Иоселиани подолгу простаивал. Короткий съемочный период, потом многолетние паузы. Чем он занимался, когда не снимал? Обивал пороги инстанций, жаловался, плакался, пил горькую, дразнил советскую власть?
Почему-то уверен: Иоселиани занимался самым важным, просто жил. Человек, который умеет в своих фильмах настолько безболезненно нырять в повседневную суету и быть с нею наравне, очевидно, умеет жить и в промежутках между работами.
Кто он для меня? Кажется, тот человек, которого я всегда ощущал где-то на глубине своей души и до которого столь долго не мог достучаться. Посмотрев «Дрозда», понял, каким бы я хотел быть, и даже, каким был задуман.
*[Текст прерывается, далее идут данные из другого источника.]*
/**
 * Reads a systemd unit from deploy/systemd so local launchers start a process exactly as a
 * deployment does: its Environment= lines and ExecStart= command. `/opt/ebbgate` (WorkingDirectory)
 * becomes the repository, `/usr/bin/node` the running Node; `%i` the instance name.
 * EnvironmentFile= lines are the deployment's own files and are skipped (the caller's env replaces them).
 */
import { readFileSync } from 'node:fs';
import path from 'node:path';
import { repoRoot } from '../../gateway/src/config/load';

export interface UnitCommand {
  file: string;
  args: string[];
  env: Record<string, string>;
}

export function unitCommand(unit: string, instance = ''): UnitCommand {
  const text = readFileSync(path.join(repoRoot, 'deploy/systemd', unit), 'utf8');
  const env: Record<string, string> = {};
  let exec: string | undefined;
  for (const raw of text.split('\n')) {
    const line = raw.trim().replaceAll('%i', instance);
    if (line.startsWith('Environment=')) {
      const [k, ...v] = line.slice('Environment='.length).split('=');
      env[k!] = v.join('=');
    } else if (line.startsWith('ExecStart=')) exec = line.slice('ExecStart='.length);
  }
  if (!exec) throw new Error(`${unit}: no ExecStart=`);
  const [bin, ...rest] = exec.split(/\s+/);
  const file = bin === '/usr/bin/node' ? process.execPath : bin!;
  const args = rest.map((a) => (a.startsWith('-') || path.isAbsolute(a) ? a : path.join(repoRoot, a)));
  return { file, args, env };
}
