import request from 'supertest';
import { afterAll, beforeAll, describe, expect, it } from 'vitest';
import { startTestGateway, type TestGateway } from '../support/harness';

let gw: TestGateway;
beforeAll(async () => {
  gw = await startTestGateway({ auth: { lockoutThreshold: 3, sessionMinutes: 1 } });
});
afterAll(async () => gw?.stop());

describe('sign-in', () => {
  it('signs in each demo user with its roles and sets httpOnly SameSite session cookie', async () => {
    for (const role of ['admin', 'integrator', 'reviewer', 'operator'] as const) {
      const u = gw.demoUser(role);
      const res = await request(gw.server).post('/api/v1/auth/sign-in').send({ username: u.username, password: u.password });
      expect(res.status).toBe(200);
      expect(res.body.user.roles).toEqual(u.roles);
      const cookies = ([] as string[]).concat(res.headers['set-cookie']);
      const session = cookies.find((c) => c.startsWith('ebbgate_session='))!;
      expect(session).toMatch(/HttpOnly/i);
      expect(session).toMatch(/SameSite=Strict/i);
    }
  });

  it('rejects a wrong password with 401 problem details', async () => {
    const res = await request(gw.server).post('/api/v1/auth/sign-in').send({ username: 'ivo.integrator', password: 'not-the-password-1' });
    expect(res.status).toBe(401);
    expect(res.headers['content-type']).toMatch(/application\/problem\+json/);
    expect(res.body).toMatchObject({ status: 401, title: 'Sign-in failed' });
  });

  it('locks the account after the configured number of failures, even for the right password', async () => {
    const u = gw.demoUser('operator');
    for (let i = 0; i < 3; i++) {
      await request(gw.server).post('/api/v1/auth/sign-in').send({ username: u.username, password: 'wrong-password-x1' }).expect(401);
    }
    const res = await request(gw.server).post('/api/v1/auth/sign-in').send({ username: u.username, password: u.password });
    expect(res.status).toBe(423);
    const audit = await (await gw.signIn('admin')).get('/api/v1/audit?action=user.lock');
    expect(audit.body.items.some((e: { entityType: string; after: { username: string } }) => e.after.username === u.username)).toBe(true);
  });

  it('answers the session, renews it, and refuses it after sign-out', async () => {
    const client = await gw.signIn('reviewer');
    const s = await client.get('/api/v1/auth/session').expect(200);
    expect(s.body.user.username).toBe(gw.demoUser('reviewer').username);
    const renewed = await client.post('/api/v1/auth/renew').expect(200);
    expect(new Date(renewed.body.expiresAt).getTime()).toBeGreaterThanOrEqual(new Date(s.body.expiresAt).getTime());
    await client.post('/api/v1/auth/sign-out').expect(204);
    await client.get('/api/v1/auth/session').expect(401);
  });

  it('refuses an expired session token', async () => {
    const client = await gw.signIn('integrator');
    await gw.ctx.ds.query('UPDATE user_session SET expires_at = NOW(3) - INTERVAL 1 MINUTE');
    await client.get('/api/v1/auth/session').expect(401);
  });

  it('refuses a state-changing request without the CSRF header (403)', async () => {
    const client = await gw.signIn('admin');
    const res = await request(gw.server).post('/api/v1/auth/renew').set('Cookie', client.cookies.join('; '));
    expect(res.status).toBe(403);
    expect(res.body.title).toBe('CSRF check failed');
    const forged = await request(gw.server).post('/api/v1/auth/renew').set('Cookie', client.cookies.join('; ')).set('X-CSRF-Token', 'forged');
    expect(forged.status).toBe(403);
  });
});
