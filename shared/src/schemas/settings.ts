import { z } from 'zod';

export const indexNameSchema = z.enum(['ppv', 'spv', 'deltaPop', 'perfusionIndex', 'heartRate', 'respiratoryRate', 'hrRrRatio']);

/** A decision band always carries where it comes from; it is context, never an order to treat. */
export const decisionBandSchema = z
  .object({
    id: z
      .string()
      .min(1)
      .max(64)
      .regex(/^[a-z0-9-]+$/, 'lower-case letters, digits and dashes'),
    index: indexNameSchema,
    lower: z.number().nullable(),
    upper: z.number().nullable(),
    unit: z.string().max(16),
    label: z.string().min(1).max(200),
    source: z.string().min(3, 'name the source of the band').max(400),
  })
  .refine((b) => b.lower === null || b.upper === null || b.lower < b.upper, { message: 'lower must be below upper', path: ['upper'] });

/** Site settings an admin changes at run time (stored in the database, defaults from the engine and config). */
export const siteSettingsSchema = z.object({
  analysis: z.object({
    /** Consecutive usable respiratory cycles averaged into a window value (common practice: 3). */
    cyclesToAverage: z.number().int().min(1).max(20),
    /** Length of an analysis window, seconds. */
    windowSeconds: z.number().int().min(10).max(300),
    bands: z.array(decisionBandSchema).max(50),
  }),
  delivery: z.object({
    observationStatus: z.enum(['preliminary', 'final']),
    /** What happens to a not-valid result: not sent, or sent with a dataAbsentReason. */
    notValidPolicy: z.enum(['withhold', 'data-absent']),
  }),
  alerts: z.object({
    recipients: z.array(z.email()).max(50),
    /** Mail when a destination has been unreachable this long. */
    destinationDownMinutes: z.number().min(0.1).max(1440),
    /** Mail when this many deliveries failed within the alert window (config `delivery.alerts.failureWindowMinutes`, 15 min by default). */
    failureThreshold: z.number().int().min(1).max(100000),
  }),
});
export type SiteSettings = z.infer<typeof siteSettingsSchema>;
export type DecisionBandInput = z.infer<typeof decisionBandSchema>;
В России негласно принято суетиться в режиме «пахать». Наследие крепостного права? Доказано, однако, что эта вечно навязываемая нам манера поведения непродуктивна. Герой Иоселиани суетится, не напрягаясь, в режиме «порхать». Финал-то будет тем же самым, но вкус жизни — остается на губах.
Умнейший Виктор Шкловский написал о «Дрозде»: «Это нельзя назвать самодеятельностью — это можно назвать возведением быта в искусство». Похвалил, но как-то странно. Выходит, сомнения насчет «законности» метода у наших интеллектуалов имелись и имеются?
Лично мне словечко «самодеятельность» очень нравится. Агрессивные или шибко умные отсеиваются на пороге.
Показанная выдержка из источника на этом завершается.